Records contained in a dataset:
class SitesUpdate:
    """One update of the sites: copies of the previous maps, changed in place, then frozen."""

    def __init__(self, previous: NetworkSites | None, indexed: dict[str, IndexedLine],
                 snap_m: float) -> None:
        self.indexed, self.snap_m = indexed, snap_m
        self.by_id: dict[str, Site] = dict(previous.by_id) if previous else {}
        self.ids_by_line: dict[str, frozenset[str]] = dict(previous.ids_by_line) if previous else {}
        self.cells: dict[tuple[int, int], frozenset[str]] = dict(previous.cells) if previous else {}
        self.places: dict[str, tuple[Place, ...]] = dict(previous.places_by_line) if previous else {}
        self.order: list[_Order] = list(previous.order) if previous else []
        self.pairs_by_line: dict[str, frozenset[Pair]] = dict(previous.pairs_by_line) if previous else {}
        self.junctions: dict[str, Junction] = dict(previous.junctions) if previous else {}
        self.editing: dict[str, list[Place]] = {}  # the places of the lines being changed
        self.gone: set[str] = set()  # ids of the sites removed (some come back)

    def near(self, contact: Contact) -> set[str]:
        x, y = _cell(contact.point, self.snap_m)
        found: set[str] = set()
        for cell in ((x + dx, y + dy) for dx in (-1, 0, 1) for dy in (-1, 0, 1)):
            found.update(self.cells.get(cell, ()))
        return found

    def remove(self, junction_id: str) -> Site:
        site = self.by_id.pop(junction_id)
        for line_id in site.line_ids:
            self.ids_by_line[line_id] = self.ids_by_line[line_id] - {junction_id}
        for line_id, at in site.passes:
            places = self._places_to_edit(line_id)
            del places[bisect_left(places, (at, junction_id))]
        for cell in {_cell(contact.point, self.snap_m) for contact in site.contacts}:
            left = self.cells[cell] - {junction_id}
            if left:
                self.cells[cell] = left
            else:
                del self.cells[cell]
        position = bisect_left(self.order, _order_of(site, junction_id))
        del self.order[position]
        self.junctions.pop(junction_id, None)
        self.gone.add(junction_id)
        return site

    def add(self, junction_id: str, site: Site) -> None:
        self.by_id[junction_id] = site
        for line_id in site.line_ids:
            self.ids_by_line[line_id] = self.ids_by_line.get(line_id, frozenset()) | {junction_id}
        for line_id, at in site.passes:
            insort(self._places_to_edit(line_id), (at, junction_id))
        for contact in site.contacts:
            cell = _cell(contact.point, self.snap_m)
            self.cells[cell] = self.cells.get(cell, frozenset()) | {junction_id}
        insort(self.order, _order_of(site, junction_id))

    def name(self, fresh: Sequence[Site], removed: Sequence[Site]) -> list[str]:
        """Adds the fresh sites under their ids; renames kept sites whose ordinal moved. The ids of
        every site added (fresh or renamed)."""
        line_sets = {site.line_ids for site in (*fresh, *removed)}
        fresh_by_set: dict[tuple[str, ...], list[Site]] = defaultdict(list)
        for site in fresh:
            fresh_by_set[site.line_ids].append(site)
        moves: list[tuple[str | None, str, Site]] = []
        for line_ids in sorted(line_sets):
            on_first = self.ids_by_line.get(line_ids[0], ())
            members: list[tuple[str | None, Site]] = [
                (junction_id, self.by_id[junction_id]) for junction_id in on_first
                if self.by_id[junction_id].line_ids == line_ids]
            members += [(None, site) for site in fresh_by_set[line_ids]]
            members.sort(key=lambda member: _along_first_line(member[1]))
            for ordinal, (old_id, site) in enumerate(members):
                new_id = f"J:{'/'.join(line_ids)}#{ordinal}"
                if old_id != new_id:
                    moves.append((old_id, new_id, site))
        for old_id, _, _ in moves:
            if old_id is not None:
                self.remove(old_id)
        for _, new_id, site in moves:
            self.add(new_id, site)
        return [new_id for _, new_id, _ in moves]

    def _places_to_edit(self, line_id: str) -> list[Place]:
        places = self.editing.get(line_id)
        if places is None:
            places = self.editing[line_id] = list(self.places.get(line_id, ()))
        return places

    def restation(self, changed: ChangedPieces) -> set[str]:
        """Finishes the places along the lines; the junctions whose legs may have changed: those
        next to a place added or removed, and those reaching a changed segment."""
        dirty: set[str] = set()
        for line_id, editing in self.editing.items():
            before, places = self.places.get(line_id, ()), tuple(editing)
            if places:
                self.places[line_id] = places
            else:
                self.places.pop(line_id, None)
                self.ids_by_line.pop(line_id, None)
            if places != before:
                for place in set(places) ^ set(before):
                    index = bisect_left(places, place)
                    dirty.update(_ids_around(places, index - 1, index + 2))
        for line_id, pieces in changed.items():
            places = self.places.get(line_id, ())
            if pieces is None:
                dirty.update(junction_id for _, junction_id in places)
            for piece in pieces or ():
                # A junction's legs reach from the place before it to the place after it.
                first = bisect_left(places, ((piece - 1, -math.inf), ""))
                last = bisect_right(places, ((piece + 1, math.inf), ""))
                dirty.update(_ids_around(places, first - 1, last + 1))
        return dirty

**Work task**
Please repeat word for word the lines above that run from the beginning through the line containing "self.indexed, self.snap_m = indexed, snap_m", keeping both the first and that last line.

**Your response**
class SitesUpdate:
    """One update of the sites: copies of the previous maps, changed in place, then frozen."""

    def __init__(self, previous: NetworkSites | None, indexed: dict[str, IndexedLine],
                 snap_m: float) -> None:
        self.indexed, self.snap_m = indexed, snap_m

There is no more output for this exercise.